The Structure of the T4 Bacteriophage

Bacteriophage T4 is a type of virus that infects Escherichia coli and related bacteria. It is a member of the Myoviridae family, a group known for its complex and contractile tails. As one of the most studied viruses, T4 serves as a model organism for understanding viral assembly and infection. Its structure is composed of proteins that self-assemble into a functional particle, allowing the virus to protect its genome and efficiently deliver it into a host cell.

The Main Components of T4

The T4 virion has a structure often compared to a lunar lander, which can be divided into three main sections: a head, a tail, and tail fibers. The head, or capsid, is an elongated structure housing the virus’s genetic material. It connects to a cylindrical tail that acts as a conduit for DNA delivery, which ends in a hexagonal baseplate where six long tail fibers extend. These components are assembled independently within the host bacterium before they are joined together to form the complete virus particle.

The Head and Its Genetic Cargo

The head of the T4 bacteriophage is a protein shell, or capsid, that protects the viral genome. Its specific shape is a prolate icosahedron, which resembles a 20-sided die that has been stretched along one of its axes. This structure is composed of multiple copies of several proteins, primarily the major capsid protein gp23, which forms the main hexagonal lattice of the capsid surface. Eleven of the twelve vertices are made of a pentameric arrangement of the protein gp24.

Inside the capsid is the virus’s genome, a single, linear molecule of double-stranded DNA (dsDNA) that is approximately 171,000 base pairs long. The DNA is packed into the head under extreme pressure, reaching about 25 atmospheres, which is many times greater than the pressure inside a champagne bottle. This dense packing is accomplished by a molecular motor that forces the DNA into the pre-formed capsid shell during assembly.

The capsid is stable, capable of withstanding this internal force due to the extensive interactions between its protein subunits. The twelfth vertex of the head is unique, containing a portal protein structure made of gp20. This portal serves as the entry and exit point for the DNA and as the attachment site for the tail.

The Tail Assembly as a Molecular Machine

The T4 tail is a molecular machine designed to penetrate a bacterial cell wall. It is composed of several sub-assemblies that work in concert. At the top, a collar structure connects the tail to the portal vertex of the head. Below this is the main part of the tail, which consists of a rigid inner tube surrounded by a contractile outer sheath.

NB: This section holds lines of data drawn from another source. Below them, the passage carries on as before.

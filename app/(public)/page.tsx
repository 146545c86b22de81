import Link from '@/components/link';
import { SafetyNote } from '@/components/safety-note';

const STEPS = [
  {
    title: 'Rules fixed before anyone measures',
    text: 'Organisers set each class’s nozzle limits, power band, minimum weight, safety items and the decision rule, and publish them as a numbered version.',
  },
  {
    title: 'Entries with their declarations',
    text: 'Entrants register boats with pump, nozzle and engine declared, see how they sit against the class rules, enter and pay.',
  },
  {
    title: 'Measured at the dock, decided on the server',
    text: 'Scrutineers scan the boat’s tag on a phone, record two-point readings with the instrument used, and get a verdict that accounts for measurement uncertainty — offline too.',
  },
  {
    title: 'Protests heard on evidence',
    text: 'Stewards see every record, photo and hash; decisions, fees and refunds are kept in an audit trail.',
  },
  {
    title: 'Parity you can publish',
    text: 'Each boat’s static thrust, jet velocity and thrust at speed from momentum theory, the spread across the class, and what a rule change would do.',
  },
];

export default function LandingPage() {
  return (
    <div className="space-y-10">
      <section className="space-y-4">
        <p className="text-sm font-bold uppercase tracking-widest text-flare-600">
          For jet sprint and river race meetings
        </p>
        <h1 className="max-w-3xl text-4xl">
          Technical inspection and class parity, from the dock to the published report.
        </h1>
        <p className="max-w-2xl text-lg text-ink-soft">
          Boreline replaces paper tech cards and spreadsheets for organisers, scrutineers, stewards and entrants: one
          record of every boat&apos;s declaration, measurement, verdict and protest, built for phones in wet hands and
          bright sun.
        </p>
        <div className="flex flex-wrap gap-3">
          <Link href="/sign-up" className="btn-primary">
            Create an entrant account
          </Link>
          <Link href="/sign-in" className="btn-secondary">
            Sign in
          </Link>
          <Link href="/calculator" className="btn-secondary">
            Try the jet calculator
          </Link>
        </div>
      </section>
      <section aria-labelledby="how" className="space-y-4">
        <h2 id="how">How a meeting runs on Boreline</h2>
        <ol className="grid gap-4 sm:grid-cols-2">
          {STEPS.map((s, i) => (
            <li key={s.title} className="card">
              <span className="figure text-sm text-ink-mute">{String(i + 1).padStart(2, '0')}</span>
              <h3 className="mt-1">{s.title}</h3>
              <p className="mt-2 text-ink-soft">{s.text}</p>
            </li>
          ))}
        </ol>
      </section>
      <SafetyNote />
    </div>
  );
}
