/// Error estimates of the peak and the hot spots from the solve on a coarser lattice
/// (`coarse`, with its surface samples), Richardson-style with the ratio and order of the
/// capacitance's error model: `|E_h - E_coarse| / (ratio^order - 1)`, where `E_coarse` is the
/// largest coarse reading within one and a half coarse cells of the point in the same
/// material. The margins then use the field plus its estimated error (never optimistic
/// because of the grid), and the hot spots are ranked again.
///
/// One exception to the model's order: on a uniform lattice of a design without singular
/// points the order is read from the matrix on the fine, twice and four times coarser
/// lattices, and a rounding narrower than [`RESOLVED_RADIUS_CELLS`] cells on the four times
/// coarser lattice makes that reading depend on things far from the rounding (the demo needle
/// with its 0.5 mm tip at 0.05 mm: 1.41 with the stem's corners on the mirror plane rounded,
/// 0.95 with them square, 1.92 for both from the 0.1 / 0.05 / 0.025 mm lattices). A
/// non-singular hot spot on such a rounding takes the scheme's order 2 instead; the
/// surface fit's bias, added by [`finish`], covers what the coarse lattice does not yet
/// resolve.
pub fn estimate_errors(
    peak: &mut Option<Hotspot>,
    spots: &mut [Hotspot],
    design: &Design,
    coarse: &FieldEval,
    coarse_samples: &[SurfaceSample],
    model: &crate::study::ErrorModel,
) {
    let cg = &coarse.op.grid;
    let radius = |at: Point| coarse_radius(cg, at);
    let magnitude = lattice_magnitudes(coarse, coarse_samples);
    let surface = surface_readings(coarse_samples);
    let read_order = model.observed_order.is_some() && !model.graded_family;
    let material = |name: &str| -> u16 {
        design
            .dielectrics
            .iter()
            .position(|d| d.name == name)
            .map_or(0, |k| k as u16 + 1)
    };
    let apply = |h: &mut Hotspot| {
        let m = material(&h.material);
        let at = [h.x, h.y];
        let coarsest = model.ratio * cg.spacing_at(at);
        let kappa = coarse_samples
            .iter()
            .filter(|s| (s.x - h.x).hypot(s.y - h.y) <= 2.0 * cg.spacing_at(at))
            .map(|s| s.curvature)
            .fold(0.0f64, f64::max);
        let order = if read_order && !h.singular && RESOLVED_RADIUS_CELLS * coarsest * kappa > 1.0 {
            2.0
        } else {
            model.order
        };
        let factor = model.ratio.powf(order) - 1.0;
        h.error_estimate = coarse_value(
            cg,
            &magnitude,
            &coarse.raster.material,
            &surface,
            at,
            m,
            radius(at),
        )
        .map(|c| (h.magnitude - c).abs() / factor);
    };
    if let Some(p) = peak.as_mut() {
        apply(p);
    }
    spots.iter_mut().for_each(apply);
}
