//! Bodies in a uniform field: the field and the surface charge on a conducting cylinder
//! (planar) and a conducting sphere (axisymmetric), and the field on both sides of the surface
//! of a dielectric cylinder, against their closed forms, with observed orders over three grids.
//!
//! The uniform field E0 = V / L is made by two plates at -V and +V a distance L below and
//! above the body's centre; the sides beyond are symmetry sides 1.5 L (planar) away. The
//! plates add images of the body's dipole p at 2 L n (n = +-1, +-2, ...), all pointing the
//! same way, and their field at the body raises the field it stands in:
//! - planar, a line dipole p (C m / m): field p / (2 pi eps0 d^2) on its axis, summed
//!   `2 sum 1/(2 L n)^2 = pi^2 / (12 L^2)` (Euler's zeta(2) = pi^2 / 6); with the cylinder's
//!   p = 2 pi eps0 a^2 K E, K = 1 for a conductor, (eps - 1) / (eps + 1) for a dielectric:
//!   `E = E0 / (1 - K (pi^2 / 12) (a / L)^2)`;
//! - axisymmetric, a point dipole: field 2 p / (4 pi eps0 d^3) on its axis, summed with
//!   zeta(3) = 1.2020569 (Apery's constant); p = 4 pi eps0 a^3 E for a conducting sphere:
//!   `E = E0 / (1 - (zeta(3) / 2) (a / L)^3)`.
//!
//! The images' field varies across the body by a share (a / L)^2 of itself, so what these
//! corrections leave out is of order (a / L)^4 = 1e-4 here (a / L = 1/10), a fiftieth of the
//! 0.5 % bound. Far along the channel the disturbance decays like exp(-pi x / L) (the lowest
//! mode vanishing on both plates), so the side walls 1.5 L away change the field at the body
//! by less than 1e-5 of it. (Common practice of the method of images; the sums are ours.)

use fieldgrid_solver::surface::SurfaceKind;
use fieldgrid_solver::EPS0;
use fieldgrid_tests::{design, rel_err, solve};
use std::f64::consts::PI;
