//! Reading design files (TOML) into a typed, SI [`fieldgrid_solver::design::Design`].
//!
//! The reader owns everything the library must not know: the file's length unit, its
//! parameters and expressions, and positions in the text. It parses with `toml_edit` (which
//! keeps spans), checks every key of the contract key by key (unknown keys, types, required
//! keys, exactly one shape, finite numbers, positive sizes), evaluates expressions, converts
//! lengths to metres and then runs [`fieldgrid_solver::design::validate`], mapping its
//! `{item, key}` errors back to the span of that key.
//!
//! Invariants: only lengths are scaled by the unit (potentials, permittivities, densities,
//! charge amounts and strengths are SI as written); every error is one [`InputError`] that
//! names the file, line, column and key path; no input makes the reader panic.

pub mod expr;
mod spans;
pub mod svg;

use std::collections::HashMap;

use fieldgrid_solver::design::{
    self, Background, Charge, Conductor, Design, DesignError, Dielectric, Domain, Drive, Item,
    Mode, Point, Probe, Shape, Side, Sides,
};

pub use spans::InputError;
use spans::{get, Entry, Kind, Node, Span};

/// The length unit of a design file.
#[derive(Clone, Copy, Debug, PartialEq, Eq, Default)]
pub enum LengthUnit {
    /// Metres (the default).
    #[default]
    M,
    /// Centimetres.
    Cm,
    /// Millimetres.
    Mm,
    /// Micrometres.
    Um,
}

impl LengthUnit {
    /// Metres per unit.
    pub fn scale(self) -> f64 {
        match self {
            LengthUnit::M => 1.0,
            LengthUnit::Cm => 1e-2,
            LengthUnit::Mm => 1e-3,
            LengthUnit::Um => 1e-6,
        }
    }

    /// The name used in design files and axis labels: `m`, `cm`, `mm`, `um`.
    pub fn name(self) -> &'static str {
        match self {
            LengthUnit::M => "m",
            LengthUnit::Cm => "cm",
            LengthUnit::Mm => "mm",
            LengthUnit::Um => "um",
        }
    }

    /// The unit of a design file's `unit` value (`µm` is accepted for `um`).
    pub fn parse(s: &str) -> Option<LengthUnit> {
        match s {
            "m" => Some(LengthUnit::M),
            "cm" => Some(LengthUnit::Cm),
            "mm" => Some(LengthUnit::Mm),
            "um" | "µm" => Some(LengthUnit::Um),
            _ => None,
        }
    }
}
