#[test]
fn rect_on_grid_lines_owns_its_boundary_nodes() {
    // Binary-exact numbers: the rectangle's sides lie exactly on node lines.
    let mut d = design([0.0, 1.0], [0.0, 1.0], 0.125);
    d.conductors
        .push(conductor("r", rect([0.25, 0.75], [0.125, 0.5])));
    let g = grid_of(&d);
    let r = rasterize(&d, &g);
    for j in 0..g.ny {
        for i in 0..g.nx {
            let inside = (2..=6).contains(&i) && (1..=4).contains(&j);
            assert_eq!(r.conductor[g.idx(i, j)] == 0, inside, "node ({i}, {j})");
        }
    }
    // Every free neighbour sees the surface at the far node.
    for c in &r.cut_edges {
        for h in [c.from_a, c.from_b].into_iter().flatten() {
            assert_eq!((h.theta, h.ends_on, h.eps), (1.0, Some(0), 1.0));
        }
    }
    // 5 x 4 conductor nodes: 2 * 4 x-edges on the left and right, 2 * 5 y-edges.
    assert_eq!(r.cut_edges.len(), 18);
}

#[test]
fn circle_half_links_end_on_the_circle() {
    let (c, rad) = ([0.431, 0.517], 0.2713);
    let mut d = design([0.0, 1.0], [0.0, 1.0], 0.01);
    d.conductors.push(conductor(
        "c",
        Shape::Circle {
            center: c,
            radius: rad,
        },
    ));
    let g = grid_of(&d);
    let r = rasterize(&d, &g);
    let mut n = 0;
    for e in &r.cut_edges {
        for (from_a, h) in [(true, e.from_a), (false, e.from_b)] {
            let Some(h) = h else { continue };
            assert!(h.theta > 0.0 && h.theta <= 1.0);
            assert_eq!(h.ends_on, Some(0));
            let p = surface_point(&g, e, from_a);
            // A node within SNAP of the surface joined the conductor: the link ends there.
            let tol = if h.theta == 1.0 {
                super::SNAP * g.hx.max(g.hy)
            } else {
                1e-12
            };
            assert!(
                ((p[0] - c[0]).hypot(p[1] - c[1]) - rad).abs() < tol,
                "{p:?}"
            );
            n += 1;
        }
    }
    // Roughly the perimeter in cells along each axis, times 2 axes.
    assert!(n > 200, "{n}");
}

#[test]
fn harmonic_mean_of_an_edge_split_30_70() {
    // The y-edge from y = 3 to y = 4 has 0.3 of background (eps 1) and 0.7 of eps 4.
    let mut d = design([0.0, 10.0], [0.0, 10.0], 1.0);
    d.dielectrics
        .push(dielectric(4.0, rect([0.0, 10.0], [3.3, 10.0])));
    let g = grid_of(&d);
    let r = rasterize(&d, &g);
    let want = 1.0 / (0.3 / 1.0 + 0.7 / 4.0);
    let e = r
        .cut_edges
        .iter()
        .find(|c| c.axis == Axis::Y && c.node as usize == g.idx(5, 3))
        .unwrap();
    for h in [e.from_a.unwrap(), e.from_b.unwrap()] {
        assert_eq!((h.theta, h.ends_on), (1.0, None));
        assert!((h.eps - want).abs() < 1e-14 * want, "{} vs {want}", h.eps);
    }
    // Edges fully inside one material are not cut; nodes carry the material.
    assert!(!r
        .cut_edges
        .iter()
        .any(|c| c.axis == Axis::Y && c.node as usize == g.idx(5, 5)));
    assert_eq!((r.material[g.idx(5, 3)], r.material[g.idx(5, 4)]), (0, 1));
}

#[test]
fn edge_along_an_interface_takes_the_mean_of_both_sides() {
    let mut d = design([0.0, 8.0], [0.0, 8.0], 1.0);
    d.dielectrics
        .push(dielectric(5.0, rect([0.0, 8.0], [0.0, 3.0])));
    let g = grid_of(&d);
    let r = rasterize(&d, &g);
    // Nodes on y = 3 belong to the dielectric (closed region).
    assert_eq!(r.material[g.idx(4, 3)], 1);
    let x_edge = r
        .cut_edges
        .iter()
        .find(|c| c.axis == Axis::X && c.node as usize == g.idx(4, 3))
        .unwrap();
    assert_eq!(x_edge.from_a.unwrap().eps, 3.0);
    // The y-edge above the interface is background, the one below is not cut.
    let up = r
        .cut_edges
        .iter()
        .find(|c| c.axis == Axis::Y && c.node as usize == g.idx(4, 3))
        .unwrap();
    assert_eq!(up.from_a.unwrap().eps, 1.0);
    assert!(!r
        .cut_edges
        .iter()
        .any(|c| c.axis == Axis::Y && c.node as usize == g.idx(4, 2)));
}

#[test]
fn edge_along_a_domain_side_takes_the_material_inside_the_domain() {
    // A dielectric reaching the domain's left side: the control-volume faces of the edges on
    // x = x0 lie wholly inside it, so those edges take its permittivity, not a mean with the
    // (non-existent) outside.
    let mut d = design([0.0, 8.0], [0.0, 8.0], 1.0);
    d.dielectrics
        .push(dielectric(5.0, rect([0.0, 4.0], [0.0, 8.0])));
    let g = grid_of(&d);
    let r = rasterize(&d, &g);
    let eps_on = |i: usize| {
        r.cut_edges
            .iter()
            .find(|c| c.axis == Axis::Y && c.node as usize == g.idx(i, 3))
            .map(|c| c.from_a.unwrap().eps)
            .unwrap_or(if r.material[g.idx(i, 3)] == 1 {
                5.0
            } else {
                1.0
            })
    };
    assert_eq!(eps_on(0), 5.0);
    assert_eq!(eps_on(4), 3.0);
}

#[test]
fn polyline_gives_theta_and_one_minus_theta() {
    let y = 0.503;
    let mut d = design([0.0, 1.0], [0.0, 1.0], 0.01);
    d.conductors
        .push(conductor("w", Shape::Polyline(vec![[0.2, y], [0.8, y]])));
    let g = grid_of(&d);
    let r = rasterize(&d, &g);
    assert!(r.conductor.iter().all(|&c| c == NO_CONDUCTOR));
    let mut cols = 0;
    for e in &r.cut_edges {
        assert_eq!(e.axis, Axis::Y);
        let (a, b) = (e.from_a.unwrap(), e.from_b.unwrap());
        assert_eq!((a.ends_on, b.ends_on), (Some(0), Some(0)));
        let ya = g.y(e.node as usize / g.nx);
        assert!((a.theta - (y - ya) / g.hy).abs() < 1e-12);
        assert!((a.theta + b.theta - 1.0).abs() < 1e-12);
        cols += 1;
    }
    // Columns x = 0.20 .. 0.80, end points included.
    assert_eq!(cols, 61);
}

#[test]
fn polyline_along_a_node_row_owns_its_nodes() {
    let mut d = design([0.0, 1.0], [0.0, 1.0], 0.125);
    d.conductors.push(conductor(
        "w",
        Shape::Polyline(vec![[0.25, 0.5], [0.6, 0.5]]),
    ));
    let g = grid_of(&d);
    let r = rasterize(&d, &g);
    let owned: Vec<usize> = (0..g.nx)
        .filter(|&i| r.conductor[g.idx(i, 4)] == 0)
        .collect();
    assert_eq!(owned, vec![2, 3, 4]);
    // The free node beyond the end sees the end at 0.6.
    let e = r
        .cut_edges
        .iter()
        .find(|c| c.axis == Axis::X && c.node as usize == g.idx(4, 4))
        .unwrap();
    let h = e.from_b.unwrap();
    assert!((h.theta - (0.625 - 0.6) / 0.125).abs() < 1e-15 && h.ends_on == Some(0));
}

#[test]
fn sliver_thinner_than_a_cell_links_both_ends() {
    let mut d = design([0.0, 1.0], [0.0, 1.0], 0.01);
    d.conductors
        .push(conductor("s", rect([0.2, 0.8], [0.5025, 0.5075])));
    let g = grid_of(&d);
    let r = rasterize(&d, &g);
    assert!(r.conductor.iter().all(|&c| c == NO_CONDUCTOR));
    let e = r
        .cut_edges
        .iter()
        .find(|c| c.axis == Axis::Y && c.node as usize == g.idx(50, 50))
        .unwrap();
    let (a, b) = (e.from_a.unwrap(), e.from_b.unwrap());
    assert!((a.theta - 0.25).abs() < 1e-10 && (b.theta - 0.25).abs() < 1e-10);
    assert_eq!((a.ends_on, b.ends_on), (Some(0), Some(0)));
}

#[test]
fn two_conductors_on_one_edge_get_a_direct_link() {
    let mut d = design([0.0, 1.0], [0.0, 1.0], 0.1);
    d.dielectrics
        .push(dielectric(3.0, rect([0.0, 1.0], [0.0, 1.0])));
    d.conductors
        .push(conductor("a", rect([0.1, 0.42], [0.1, 0.9])));
    d.conductors
        .push(conductor("b", rect([0.47, 0.9], [0.1, 0.9])));
    let g = grid_of(&d);
    let r = rasterize(&d, &g);
    let e = r
        .cut_edges
        .iter()
        .find(|c| c.axis == Axis::X && c.node as usize == g.idx(4, 5))
        .unwrap();
    assert_eq!((e.from_a, e.from_b), (None, None));
    let dl = e.direct.unwrap();
    assert_eq!((dl.a, dl.b, dl.eps), (0, 1, 3.0));
    assert!((dl.gap - 0.5).abs() < 1e-12);
}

The outer sheath, assembled from 138 copies of the protein gp18, is about 925 angstroms long in its extended state. It stores mechanical energy similar to a compressed spring. The inner tube, made of the protein gp19, is a hollow, rigid structure that provides a channel for the viral DNA to pass through during infection.

At the bottom of the tail is a hexagonal baseplate, a complex hub composed of subunits from 15 different proteins. This baseplate serves as the control center for the infection process. Attached to the corners of the baseplate are six long tail fibers, which are the primary sensors for host recognition. Six shorter tail fibers are folded underneath the baseplate, ready to be deployed for irreversible attachment to the host cell surface.

The Infection Mechanism

The infection process begins when the long tail fibers of the T4 phage recognize specific receptor sites on the surface of an E. coli bacterium. This initial binding is reversible but triggers a signal that is transmitted to the baseplate. In response, the short tail fibers unfold from beneath the baseplate and attach firmly to the bacterial cell surface, locking the phage in place.

This irreversible binding causes a conformational change in the baseplate, shifting it from a dome to a star-like configuration. This change acts as a trigger, causing the outer sheath to contract rapidly. As the sheath contracts, it shortens to less than half its original length, driving the rigid inner tube forward like a syringe. The tip of the tube punctures the outer membrane of the bacterium.

A lysozyme enzyme located at the tip of the tail then degrades the peptidoglycan layer of the bacterial cell wall, clearing a path. The high pressure of the DNA inside the capsid helps propel the viral genome through the hollow tail tube and into the host cell’s cytoplasm. Once inside, the viral DNA takes over the cell’s machinery to replicate itself, leading to the production of new phage particles.